Zusätzlich sucht der Sender die Abgrenzung von Animes, die bisher im deutschsprachigen Raum gezeigt wurden: Nach den Worten von Niemann waren das bisher stets Inhalte für Kinder, obwohl sich nur ein Teil der japanischen Animes an Kinder richtet.

Grell, laut, kitschig

"Man muss auch solche Inhalte ausstrahlen, die dem Jugendschutz unterliegen. Andere Sender haben sich das bisher nicht getraut", so Niemann.

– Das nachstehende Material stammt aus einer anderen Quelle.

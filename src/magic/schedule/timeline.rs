//! The instructions, threaded along every qubit they touch.
//!
//! A node knows its neighbours on each of its qubits, so a rewrite looks only
//! at what acts on the qubits it is about, and a node is taken out in the time
//! its qubits take. Nodes keep their index, which is their order in time.

use std::sync::Arc;

use smallvec::SmallVec;

use crate::circuit::{BitExpression, Clifford, PauliProduct};
use crate::noise::{self, NoisyCircuit, PauliChannel, ReadoutFlip};

use super::axis;

/// No node.
pub(super) const NONE: u32 = u32::MAX;

/// What a node does.
#[derive(Debug, Clone)]
pub(super) enum Work {
    /// A Clifford gate.
    Clifford(Clifford),
    /// As many quarter turns about the axis, 1 to 3.
    Turns(PauliProduct, u8),
    /// A rotation. Before folding `quarters` is 0 and the angle any number;
    /// after it the angle is in (0, π/2), and the quarter turns come on top.
    Rotation {
        axis: PauliProduct,
        quarters: u8,
        angle: f64,
        /// Dephasing about the axis that has moved here.
        dephasing: f64,
    },
    /// −1 on |111⟩.
    Ccz([u32; 3]),
    /// A measurement of Z.
    Measure {
        qubit: u32,
        bit: Option<u32>,
        flip: ReadoutFlip,
    },
    /// Reset to |0⟩.
    Reset(u32),
    /// Classical assignment.
    Assign { bit: u32, value: Arc<BitExpression> },
    /// A random Pauli.
    Pauli(PauliChannel),
    /// Amplitude damping.
    Damping { qubit: u32, gamma: f64 },
    /// The fresh qubit takes this state.
    Prepared(Prepared),
    /// The fresh qubit takes an eigenstate of X, Y or Z (axis 0, 1, 2), which
    /// is flipped with a probability.
    Eigenstate {
        qubit: u32,
        axis: usize,
        negative: bool,
        flip: f64,
    },
    /// Taken out.
    Nothing,
}

/// A state of a fresh qubit.
#[derive(Debug, Clone, Copy)]
pub(super) struct Prepared {
    /// The qubit.
    pub qubit: u32,
    /// Its Bloch vector.
    pub bloch: [f64; 3],
    /// The Bloch vector had there been no noise.
    pub ideal: [f64; 3],
    /// The circuit operation that made it non-Clifford.
    pub operation: u32,
}

/// A classical bit at one stage of its life: assigned so many times.
pub(super) type Condition = (u32, u32);

/// Neighbours of a node on one of its qubits.
#[derive(Debug, Clone, Copy)]
pub(super) struct Wire {
    pub qubit: u32,
    pub previous: u32,
    pub next: u32,
}

/// One instruction.
#[derive(Debug)]
pub(super) struct Node {
    pub work: Work,
    pub condition: Option<Condition>,
    pub operation: u32,
    pub wires: SmallVec<[Wire; 2]>,
}

/// All instructions.
#[derive(Debug)]
pub(super) struct Timeline {
    pub nodes: Vec<Node>,
    /// The first node on every qubit.
    pub first: Vec<u32>,
}

/// Which way to go along a wire.
#[derive(Debug, Clone, Copy, PartialEq, Eq)]
pub(super) enum Direction {
    Forward,
    Backward,
}

impl Timeline {
    pub(super) fn new(circuit: &NoisyCircuit, qubits: usize) -> Timeline {
        let mut timeline = Timeline {
            nodes: Vec::with_capacity(circuit.instructions.len()),
            first: vec![NONE; qubits],
        };
        let mut last = vec![NONE; qubits];
        let mut stages: Vec<u32> = Vec::new();
        let mut stage = |bit: u32, step: u32| {
            let bit = bit as usize;
            if stages.len() <= bit {
                stages.resize(bit + 1, 0);
            }
            stages[bit] += step;
            stages[bit]
        };
        for instruction in &circuit.instructions {
            let work = work(&instruction.kind);
            let condition = instruction.condition.map(|bit| (bit, stage(bit, 0)));
            if let Work::Measure { bit: Some(bit), .. } | Work::Assign { bit, .. } = work {
                stage(bit, 1);
            }
            let index = timeline.nodes.len() as u32;
            let mut wires = SmallVec::new();
            for_each_qubit(&work, |qubit| {
                let place = qubit as usize;
                if last.len() <= place {
                    last.resize(place + 1, NONE);
                    timeline.first.resize(place + 1, NONE);
                }
                let previous = std::mem::replace(&mut last[place], index);
                if previous == index {
                    return; // named twice
                }
                match previous {
                    NONE => timeline.first[place] = index,
                    _ => timeline.wire_mut(previous, qubit).next = index,
                }
                wires.push(Wire {
                    qubit,
                    previous,
                    next: NONE,
                });
            });
            timeline.nodes.push(Node {
                work,
                condition,
                operation: instruction.operation,
                wires,
            });
        }
        timeline
    }

    fn wire_mut(&mut self, node: u32, qubit: u32) -> &mut Wire {
        let wires = &mut self.nodes[node as usize].wires;
        let place = wires.iter().position(|wire| wire.qubit == qubit);
        &mut wires[place.expect("a neighbour on a qubit touches that qubit")]
    }

    pub(super) fn node(&self, index: u32) -> &Node {
        &self.nodes[index as usize]
    }

    /// The neighbour of a node on one of its qubits.
    pub(super) fn step(&self, node: u32, qubit: u32, direction: Direction) -> u32 {
        let wires = &self.node(node).wires;
        match (wires.iter().find(|wire| wire.qubit == qubit), direction) {
            (Some(wire), Direction::Forward) => wire.next,
            (Some(wire), Direction::Backward) => wire.previous,
            (None, _) => NONE,
        }
    }

    /// Takes a node out. Its own neighbours stay readable, so that a walk that
    /// stands on it can go on.
    pub(super) fn remove(&mut self, index: u32) {
        let wires = self.nodes[index as usize].wires.clone();
        for wire in wires {
            match wire.previous {
                NONE => self.first[wire.qubit as usize] = wire.next,
                previous => self.wire_mut(previous, wire.qubit).next = wire.next,
            }
            if wire.next != NONE {
                self.wire_mut(wire.next, wire.qubit).previous = wire.previous;
            }
        }
        self.nodes[index as usize].work = Work::Nothing;
    }
}

fn work(kind: &noise::Kind) -> Work {
    match kind {
        noise::Kind::Clifford(Clifford::QuarterTurn(axis)) => {
            Work::Turns(axis::normalised(axis), 1)
        }
        noise::Kind::Clifford(clifford) => Work::Clifford(clifford.clone()),
        noise::Kind::Rotation { axis, angle } => Work::Rotation {
            axis: axis::normalised(axis),
            quarters: 0,
            angle: *angle,
            dephasing: 0.0,
        },
        noise::Kind::Ccz(qubits) => Work::Ccz(*qubits),
        noise::Kind::Measure { qubit, bit, flip } => Work::Measure {
            qubit: *qubit,
            bit: *bit,
            flip: *flip,
        },
        noise::Kind::Reset { qubit } => Work::Reset(*qubit),
        noise::Kind::Assign { bit, value } => Work::Assign {
            bit: *bit,
            value: value.clone(),
        },
        noise::Kind::Pauli(channel) => Work::Pauli(channel.clone()),
        noise::Kind::Damping { qubit, gamma } => Work::Damping {
            qubit: *qubit,
            gamma: *gamma,
        },
    }
}

fn for_each_qubit(work: &Work, mut each: impl FnMut(u32)) {
    match work {
        Work::Clifford(clifford) => match clifford {
            Clifford::X(q)
            | Clifford::Y(q)
            | Clifford::Z(q)
            | Clifford::H(q)
            | Clifford::S(q)
            | Clifford::Sdg(q) => each(*q),
            Clifford::Cx(a, b) | Clifford::Cz(a, b) | Clifford::Swap(a, b) => {
                each(*a);
                each(*b);
            }
            Clifford::QuarterTurn(axis) => axis.iter().for_each(|&(q, _)| each(q)),
        },
        Work::Turns(axis, _) | Work::Rotation { axis, .. } => {
            axis.iter().for_each(|&(q, _)| each(q));
        }
        Work::Ccz(qubits) => qubits.iter().copied().for_each(each),
        Work::Measure { qubit, .. }
        | Work::Reset(qubit)
        | Work::Damping { qubit, .. }
        | Work::Eigenstate { qubit, .. } => each(*qubit),
        Work::Prepared(prepared) => each(prepared.qubit),
        Work::Pauli(channel) => channel.qubits.iter().copied().for_each(each),
        Work::Assign { .. } | Work::Nothing => {}
    }
}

Rund ein Drittel der Serien im Animax-Programm seien nicht jugendfrei und werden entsprechend verschlüsselt, erzählt er. Trotzdem gelte im Hause Sony der Grundsatz: Sexy Programme, aber keine erotischen Inhalte.

Obwohl auch vom thematischen Anspruch die Rede ist, gelten Animes in Europa allgemein oft als grell, laut, gewalttätig und kindisch-kitschig zugleich. Häufig geht es um das ganze Universum, und kaum ein Kampf mit dem Bösen kommt ohne magische Schwerter, Bälle, Geister aus.

Die Geschichten sieht Animax-Geschäftsführer Niemann naturgemäß anders: "Die Animes entführen uns in eine Welt der Magie, weit jenseits der Realität. Ein Film ist mehr oder weniger real. Ein Anime geht da viele Schritte weiter."

"Rufen Sie mich an"

Und das Gute siegt, mithilfe der Magie. Meistens. Auch bei Animax soll alles gut werden im Kampf gegen die anderen Bezahlsender, und noch mehr gegen die frei empfangbaren.

Bayern scheint da besonders geeignet zu sein - schließlich fiel hier unter der CSU-Mitwirkung der Startschuss für die ersten privatrechtlichen Rundfunkprogramme, wie Erwin Huber bei seinem Auftritt kurz anmerkt.

Zum Schluss seiner Rede überreicht er Robert Niemann eine weißblaue Schachtel mit einem kleinen Löwen darin. "Das ist der bayerische Löwe. Er hat magische Kräfte", sagt Huber dazu. "Und wenn das nichts hilft, rufen Sie mich an."